In an example, for the parallel charging mode, for example, in the dual-gun parallel charging mode of the charging pile, the charging gun a and the charging gun B are used together to charge the same vehicle, the charging amount of this parallel charging is accumulated on the charging gun a (i.e., the second target charging gun), when the charging pile is turned on, the readings of the electric energy of the ac electric meter a and the ac electric meter B (i.e., the first electric energy) and the readings of the electric energy of the ac virtual electric meter a 'and the ac virtual electric meter B' (i.e., the second electric energy) may be recorded once by the charging metering system of the charging pile, during the charging process, the readings of the electric energy corresponding to the ac electric meter a and the ac electric meter B may be read in real time, and after the charging process is finished, the readings of the electric energy corresponding to the ac electric meter a and the ac electric energy corresponding to the ac electric meter B (i.e., the third electric energy) may be recorded once again.

Specifically, before the charging is started, the electric energy readings of the ac electric meter a and the ac electric meter B are Wa1 and Wb1, respectively, the electric energy readings of the ac virtual electric meter a 'and the ac virtual electric meter B' are Wa '1 and Wb'1, respectively, after the charging is finished, the electric energy readings of the ac electric meter a and the ac electric meter B are Wa2 and Wb2, respectively, the electric energy readings of the ac virtual electric meter a 'and the ac virtual electric meter B' are Wa '2 and Wb'2, respectively, then the amounts of electricity determined based on the ac electric meter a and the ac electric meter B are Qa = Wa2-Wa1 and Qb = Wb2-Wb1, respectively, and the amounts of electricity determined based on the ac virtual electric meter a 'and the ac virtual electric meter B' are Qa '= Wa'2-Wa '1 and Qb' = Wb '2-Wb'1, respectively.

In another example, as shown in fig. 4c, the electric quantity measured by the ac virtual electric meter a' is the sum of the electric quantities of the ac electric meter a and the ac electric meter B, and is also the sum of the electric quantities consumed by the charging gun a and the charging gun B in the current charging task, and can be represented as follows:

Qa’（=Wa’2-Wa’1）=Qa（=Wa2-Wa1）+Qb（=Wb2-Wb1）

according to the formula, the reading of the electric energy of the ac virtual electric meter a ' during or after charging is Wa '2= Wa '1+ Qa ' = Wa '1+ Qa + Qb, and the real-time electric quantity or the total electric quantity Qa ' after charging measured by the ac virtual electric meter corresponding to the charging gun a, and the real-time reading of the electric energy of the ac virtual electric meter during charging or the electric energy reading Wa '2 of the ac virtual electric meter after charging (i.e. the electric energy corresponding to the second target charging gun) can be uploaded to the platform for display.

In this embodiment, when the current charging mode is the parallel charging mode, the target electric energy measurement information is the parallel charging measurement information, and the electric energy corresponding to the second target charging gun determined based on the second electric energy monitoring device is obtained as the target electric energy from the first electric energy, the second electric energy, and the third electric energy according to the parallel charging measurement information, whereby accurate electric energy measurement can be performed in the parallel charging mode.
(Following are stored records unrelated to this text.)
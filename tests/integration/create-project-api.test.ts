import { randomUUID } from "node:crypto";
import { eq } from "drizzle-orm";
import { afterAll, beforeAll, describe, expect, it } from "vitest";
import { POST } from "@/app/api/projects/route";
import { auditEvents, memberships, organizations, projects } from "@/db/schema";
import { closeDb, getDb, requireIntegrationEnv } from "../support/db";
import { createFixtureUser, createProjectFixture, type FixtureUser, type ProjectFixture } from "../support/fixtures";
import { buildRequest } from "../support/session";

let fx: ProjectFixture;
let newcomer: FixtureUser;

const valid = (name: string) => ({ name, description: "Sports-hall roof, Northfield", designStandard: "EN1993-1-1", combinationStandard: "EN1990" });
const post = async (body: unknown, user?: FixtureUser) => POST(await buildRequest("/api/projects", { method: "POST", body, user }), undefined);
const projectsNamed = (name: string) => getDb().select().from(projects).where(eq(projects.name, name));

beforeAll(async () => {
  requireIntegrationEnv();
  fx = await createProjectFixture("create-project");
  newcomer = await createFixtureUser("create-project-newcomer");
});
afterAll(closeDb);

describe("POST /api/projects", () => {
  it("answers 401 without a session and writes nothing", async () => {
    const name = `Signed out ${randomUUID()}`;
    const response = await post(valid(name));
    expect(response.status).toBe(401);
    expect(await projectsNamed(name)).toEqual([]);
  });

  it("answers 400 with issues for a missing name, an unknown standard or a body that is not JSON", async () => {
    const bad = await post({ ...valid(""), designStandard: "made-up" }, fx.users.owner);
    expect(bad.status).toBe(400);
    const { issues } = await bad.json();
    expect(issues.map((i: { path: string }) => i.path).sort()).toEqual(["designStandard", "name"]);
    const notJson = await POST(await buildRequest("/api/projects", { method: "POST", rawBody: "{", user: fx.users.owner }), undefined);
    expect(notJson.status).toBe(400);
  });

  it("creates the project in the owner's organisation, makes the creator owner and records an audit event", async () => {
    const name = `Northfield hall ${randomUUID().slice(0, 8)}`;
    const response = await post({ ...valid(name), designStandard: "AISC360-22", combinationStandard: "ASCE7-22" }, fx.users.owner);
    expect(response.status).toBe(201);
    const { project } = await response.json();
    expect(project).toMatchObject({ name, role: "owner", designStandard: "AISC360-22", combinationStandard: "ASCE7-22", organization: { id: fx.organizationId } });
    const [membership] = await getDb().select().from(memberships).where(eq(memberships.projectId, project.id));
    expect(membership).toMatchObject({ userId: fx.users.owner.id, role: "owner" });
    const events = await getDb().select().from(auditEvents).where(eq(auditEvents.projectId, project.id));
    expect(events).toEqual([expect.objectContaining({ action: "project.created", actorId: fx.users.owner.id, subjectId: project.id })]);
  });

  it("answers 409 for a name the organisation already uses and writes nothing more", async () => {
    const name = `Twice ${randomUUID().slice(0, 8)}`;
    expect((await post(valid(name), fx.users.owner)).status).toBe(201);
    const again = await post(valid(name), fx.users.owner);
    expect(again.status).toBe(409);
    expect((await again.json()).issues).toEqual([{ path: "name", message: expect.any(String) }]);
    expect(await projectsNamed(name)).toHaveLength(1);
  });

  it("asks a user without an organisation to name one, and writes nothing until they do", async () => {
    const name = `First roof ${randomUUID().slice(0, 8)}`;
    const missing = await post(valid(name), newcomer);
    expect(missing.status).toBe(400);
    expect((await missing.json()).issues).toEqual([{ path: "organizationName", message: expect.any(String) }]);
    expect(await projectsNamed(name)).toEqual([]);

    const organizationName = `Northfield Leisure ${randomUUID().slice(0, 8)}`;
    const created = await post({ ...valid(name), organizationName }, newcomer);
    expect(created.status).toBe(201);
    expect((await created.json()).project).toMatchObject({ name, role: "owner", organization: { name: organizationName } });
  });

  it("refuses a new organisation whose name is taken, leaving no organisation, project or membership behind", async () => {
    const loner = await createFixtureUser("create-project-loner");
    const [taken] = await getDb().select().from(organizations).where(eq(organizations.id, fx.organizationId));
    const name = `Taken org ${randomUUID().slice(0, 8)}`;
    const response = await post({ ...valid(name), organizationName: taken.name }, loner);
    expect(response.status).toBe(409);
    expect(await projectsNamed(name)).toEqual([]);
    expect(await getDb().select().from(memberships).where(eq(memberships.userId, loner.id))).toEqual([]);
  });
});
In one embodiment, the method may further include the steps of:

In practical application, an alternating current meter and an alternating current virtual meter are adopted, in the charging process from the charging start time to the charging end time, the first frame of meter data is read, the charging alternating current side data of the charging pile is periodically monitored, after the charging pile finishes charging, the electric energy reading of the alternating current virtual meter can be obtained and is used as the electric energy reading (namely electric energy metering data) of the charged meter to be transmitted to a platform, and the electric energy computing mode of the alternating current virtual meter can be switched to an equalizing charging mode to wait for the next charging start.

In this embodiment, the electric energy metering data corresponding to the charging task is sent to the electric power statistics platform, and the current charging mode of the charging pile is switched to the uniform charging mode, so that the next charging task is started, the electric energy metering accuracy can be improved, and the electric energy metering efficiency of the charging pile is improved.

In one embodiment, as shown in fig. 5, a schematic flow chart of another charging pile electric energy metering method is provided. In this embodiment, the method includes the steps of:

in step 501, in response to a charge starting operation for the current charging task, target electric energy metering information is determined according to a current charging mode of a charging pile. In step 502, the start electric energy data corresponding to the charge start time of each charge gun is obtained. In step 503, in the charging process of the charging pile, when a charging mode change event is detected, a changed charging mode of the charging pile is determined according to mode change information corresponding to the charging mode change event. In step 504, the electric energy measurement information corresponding to the changed charging mode is set as the target electric energy measurement information. In step 505, when the charging end of the charging pile is detected, the end electric energy data corresponding to the charging end time of each charging gun is obtained. In step 506, the target electric energy based on the second electric energy monitoring device is obtained as the electric energy measurement data corresponding to the current charging task according to the target electric energy measurement information by combining the first electric energy, the second electric energy, and the third electric energy. In step 507, the electric energy measurement data corresponding to the charging task is sent to the electric power statistics platform, and the current charging mode of the charging pile is switched to the uniform charging mode for starting the next charging task. It should be noted that, for the specific limitations of the above steps, reference may be made to the specific limitations of the charging pile electric energy metering method, and details are not repeated herein.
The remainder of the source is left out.